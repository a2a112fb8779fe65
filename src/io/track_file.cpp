#include "lapwing/io/track_file.hpp"

#include <filesystem>
#include <memory>

#include "lapwing/base/units.hpp"
#include "lapwing/io/document.hpp"
#include "lapwing/io/input_file.hpp"
#include "lapwing/io/track_data.hpp"
#include "lapwing/path/racing_line.hpp"

namespace lapwing {

// The reader takes the file's keys, units and forms; the values' rules are Track::validate's,
// called once the file is read, each violation mapped back to its place by the source map. What
// the model does not keep is checked here: an arc's radius and angle (the radius's sign is the
// turn's), with the model's ranges.

namespace {

// A curvature profile's source_spacing: (0, 10 km] (points further apart than that are no
// track's data).
constexpr Range source_spacing_range{0.0, 10000.0, true, false};

double turn_sign(Reader& r) {
  return r.choice("turn", {"left", "right"}) == "left" ? 1.0 : -1.0;
}

Segment read_segment(const Document& doc, const Node& item, const std::string& path,
                     SourceMap& sources) {
  if (item.kind != Node::Kind::map || item.entries.size() != 1)
    throw InputError(doc.file, item.mark,
                     "a segment is one of 'straight: LENGTH', 'straight: {...}', 'arc: {...}', "
                     "'clothoid: {...}'",
                     path);
  const auto& [kind, body] = item.entries.front();
  const std::string p = path + "." + kind;
  Segment s{};
  if (kind == "straight") {
    s.kind = Segment::Kind::straight;
    if (body.kind == Node::Kind::scalar) {
      Reader parent(doc, item, path);
      s.length_m = parent.node_quantity(body, Quantity::length, p);
      sources.alias(p + ".length", p);  // the bare length is the straight's length
      return s;
    }
    Reader r(doc, body, p);
    s.length_m = r.quantity("length", Quantity::length);
    s.grade = r.quantity_or("grade", Quantity::fraction, 0.0);
    s.width_m = r.optional_quantity("width", Quantity::length);
    s.bank_rad = r.quantity_or("bank", Quantity::angle, 0.0);
    r.finish();
    return s;
  }
  if (kind == "arc") {
    s.kind = Segment::Kind::arc;
    Reader r(doc, body, p);
    const double radius = r.quantity("radius", Quantity::length, Segment::radius_range);
    const double angle = r.quantity("angle", Quantity::angle, Segment::angle_range);
    const double sign = turn_sign(r);
    s.length_m = radius * angle;
    s.curvature_start_1pm = s.curvature_end_1pm = sign / radius;
    s.grade = r.quantity_or("grade", Quantity::fraction, 0.0);
    s.width_m = r.optional_quantity("width", Quantity::length);
    s.bank_rad = r.quantity_or("bank", Quantity::angle, 0.0);
    r.finish();
    return s;
  }
  if (kind == "clothoid") {
    s.kind = Segment::Kind::clothoid;
    Reader r(doc, body, p);
    s.length_m = r.quantity("length", Quantity::length);
    auto from = r.optional_quantity("from_radius", Quantity::length, Segment::radius_range);
    auto to = r.optional_quantity("to_radius", Quantity::length, Segment::radius_range);
    const double sign = turn_sign(r);
    // A missing radius is straight (curvature 0); none at all is Segment::validate's error.
    s.curvature_start_1pm = from ? sign / *from : 0.0;
    s.curvature_end_1pm = to ? sign / *to : 0.0;
    s.grade = r.quantity_or("grade", Quantity::fraction, 0.0);
    s.width_m = r.optional_quantity("width", Quantity::length);
    s.bank_rad = r.quantity_or("bank", Quantity::angle, 0.0);
    r.finish();
    return s;
  }
  const std::string near = closest(kind, {"straight", "arc", "clothoid"});
  throw InputError(doc.file, item.mark,
                   "unknown segment kind '" + kind + "'" +
                       (near.empty() ? "" : "; did you mean '" + near + "'?"),
                   path);
}

}  // namespace

TrackFile read_track_file(const std::string& file) {
  const auto shared = std::make_shared<const Document>(load_document(file));
  const Document& doc = *shared;
  // Positions are indexed only if an error asks for one: a long track's file is mostly segments.
  TrackFile out{Track{}, SourceMap(shared)};
  Track& t = out.track;
  auto check = [&](std::optional<Violation> v, std::string_view prefix = {}) {
    if (v) throw out.sources.error(v->under(prefix));
  };
  Reader r(doc, doc.root, "");
  r.keys({"format", "name", "closed", "start_speed", "altitude", "ambient", "mesh", "segments",
          "sectors", "centerline", "curvature", "width", "line", "wind", "trim_zones"});
  {
    const Node& n = r.require("format");
    if (r.node_quantity(n, Quantity::number, "format") != 1.0)
      r.fail(n, "unsupported format " + n.scalar + " (this lapwing reads format 1)", "format");
  }
  t.file = file;
  t.id = std::filesystem::path(file).stem().string();
  t.name = r.string("name");
  t.closed = r.boolean_or("closed", true);
  if (const Node* n = r.get("start_speed")) {
    // The key given at all on a closed track (Track::validate: a start speed other than 0).
    if (t.closed)
      r.fail(*n, "start_speed applies to open tracks only (closed: false)", "start_speed");
    t.start_speed_mps = r.node_quantity(*n, Quantity::speed, "start_speed");
  }
  t.air.altitude_m = r.quantity_or("altitude", Quantity::length, 0.0);
  if (r.has("ambient")) {
    Reader a = r.map("ambient");
    t.air.temperature_k = a.optional_quantity("temperature", Quantity::temperature);
    t.air.pressure_pa = a.optional_quantity("pressure", Quantity::pressure);
    t.air.relative_humidity = a.quantity_or("humidity", Quantity::fraction, 0.0);
    a.finish();
  }
  t.mesh_m = r.quantity_or("mesh", Quantity::length, 0.5);
  const int forms = int(r.has("segments")) + int(r.has("centerline")) + int(r.has("curvature"));
  if (forms != 1) r.fail(r.node(), "give exactly one of segments, centerline, curvature");
  // A data file named inside the track file is found from the track file's folder.
  auto data_file = [&](Reader& m) {
    const Node& n = m.require("file");
    const std::string f = m.node_string(n, m.child_path("file"));
    const std::filesystem::path p =
        std::filesystem::path(f).is_absolute() ? std::filesystem::path(f) : doc.directory / f;
    // One that cannot be read is this key's error, with the reason (no such file, a folder).
    if (const auto why = unreadable(p.string())) m.fail(n, p.string() + ": " + *why, "file");
    return p.string();
  };
  if (r.has("centerline")) {
    Reader c = r.map("centerline");
    c.keys({"file", "smoothing", "elevation_smoothing", "source_verdict"});
    CenterlineOptions o;
    const std::string f = data_file(c);
    // The data-quality verdict of the data the points were made from (`track line` writes its
    // source's): the track's own verdict is held to it at best.
    const std::string source_verdict =
        c.has("source_verdict") ? c.choice("source_verdict", {"good", "usable", "poor"}) : "";
    // `smoothing: auto` (the default) lets generalised cross-validation choose; a length
    // overrides, in the file's range (the fit takes any positive length).
    if (const Node* sm = c.get("smoothing");
        sm && !(sm->kind == Node::Kind::scalar && sm->scalar == "auto"))
      o.smoothing_m = c.node_quantity(*sm, Quantity::length, c.child_path("smoothing"),
                                      CenterlineOptions::file_smoothing_range);
    if (c.has("elevation_smoothing"))
      o.elevation_smoothing_m = c.quantity("elevation_smoothing", Quantity::length,
                                           CenterlineOptions::file_elevation_smoothing_range);
    c.finish();
    ProfileFile data = read_centerline_file(f, t.closed, o);
    t.profile = std::move(data.profile);
    t.profile->source_verdict = source_verdict;
    out.sources.data("centerline", f, std::move(data.lines));
  } else if (r.has("curvature")) {
    Reader c = r.map("curvature");
    c.keys({"file", "source_spacing"});
    const std::string f = data_file(c);
    // The spacing of the data the rows were resampled from (a log's: `track from-log`), which
    // the data-quality verdict judges instead of the rows'.
    const std::optional<double> source_spacing =
        c.has("source_spacing") ? std::optional<double>(c.quantity(
                                      "source_spacing", Quantity::length, source_spacing_range))
                                : std::nullopt;
    c.finish();
    ProfileFile data = read_curvature_file(f);
    t.profile = std::move(data.profile);
    if (source_spacing) t.profile->source_spacing_m = *source_spacing;
    out.sources.data("curvature", f, std::move(data.lines));
  } else {
    const Node& segs = r.require("segments");
    if (segs.kind != Node::Kind::sequence || segs.items.empty())
      r.fail(segs, "expected a non-empty list of segments", "segments");
    for (std::size_t i = 0; i < segs.items.size(); ++i)
      t.segments.push_back(
          read_segment(doc, segs.items[i], "segments[" + std::to_string(i) + "]", out.sources));
  }
  t.width_m = r.optional_quantity("width", Quantity::length);
  if (r.has("line")) {
    // The racing line to lap (path/racing_line.hpp); its rules are LineSpec::validate's.
    Reader l = r.map("line");
    l.keys({"method", "vehicle_width", "margin"});
    LineSpec spec;
    const std::string method = l.choice("method", {"min-curvature", "min-time"}, "min-curvature");
    spec.method =
        method == "min-time" ? LineSpec::Method::min_time : LineSpec::Method::min_curvature;
    spec.vehicle_width_m = l.quantity_or("vehicle_width", Quantity::length, spec.vehicle_width_m);
    spec.margin_m = l.quantity_or("margin", Quantity::length, spec.margin_m);
    l.finish();
    t.line = spec;
  }
  if (r.has("wind")) {
    // The wind's rules are Wind::validate's.
    Reader w = r.map("wind");
    w.keys({"speed", "from"});
    Wind wind;
    wind.speed_mps = w.quantity("speed", Quantity::speed);
    wind.from_rad = w.quantity("from", Quantity::angle);
    w.finish();
    t.wind = wind;
  }
  if (const Node* zones = r.get("trim_zones")) {
    // A list of [start, end] pairs (the form is the reader's; order and bounds are
    // Track::validate's).
    if (zones->kind != Node::Kind::sequence)
      r.fail(*zones, "expected a list of [start, end] pairs", "trim_zones");
    for (std::size_t i = 0; i < zones->items.size(); ++i) {
      const Node& z = zones->items[i];
      const std::string at = "trim_zones[" + std::to_string(i) + "]";
      if (z.kind != Node::Kind::sequence || z.items.size() != 2)
        throw InputError(doc.file, z.mark, "expected a pair [start, end]", at);
      t.trim_zones.push_back({r.node_quantity(z.items[0], Quantity::length, at + "[0]"),
                              r.node_quantity(z.items[1], Quantity::length, at + "[1]")});
    }
  }
  if (r.has("sectors")) {
    t.sectors_m = r.quantities("sectors", Quantity::length);
  }
  check(t.validate());
  r.finish();
  if (t.line) {
    // The line over the path just read: what every command laps. Its errors (no widths, a
    // track narrower than the vehicle and its margins) are the `line` key's.
    try {
      lay_racing_line(t);
    } catch (const InvalidInput& e) {
      if (e.subject() != t.subject()) throw;
      throw out.sources.error(e.violation());
    }
  }
  return out;
}

Track load_track(const std::string& file) {
  return read_track_file(file).track;
}

}  // namespace lapwing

- - - - -

-- TASK REQUIREMENTS --
Each line holding "double" should be copied from the material above.

-- WRITTEN SOLUTION --
double turn_sign(Reader& r) {
    const double radius = r.quantity("radius", Quantity::length, Segment::radius_range);
    const double angle = r.quantity("angle", Quantity::angle, Segment::angle_range);
    const double sign = turn_sign(r);
    const double sign = turn_sign(r);
    const std::optional<double> source_spacing =
        c.has("source_spacing") ? std::optional<double>(c.quantity(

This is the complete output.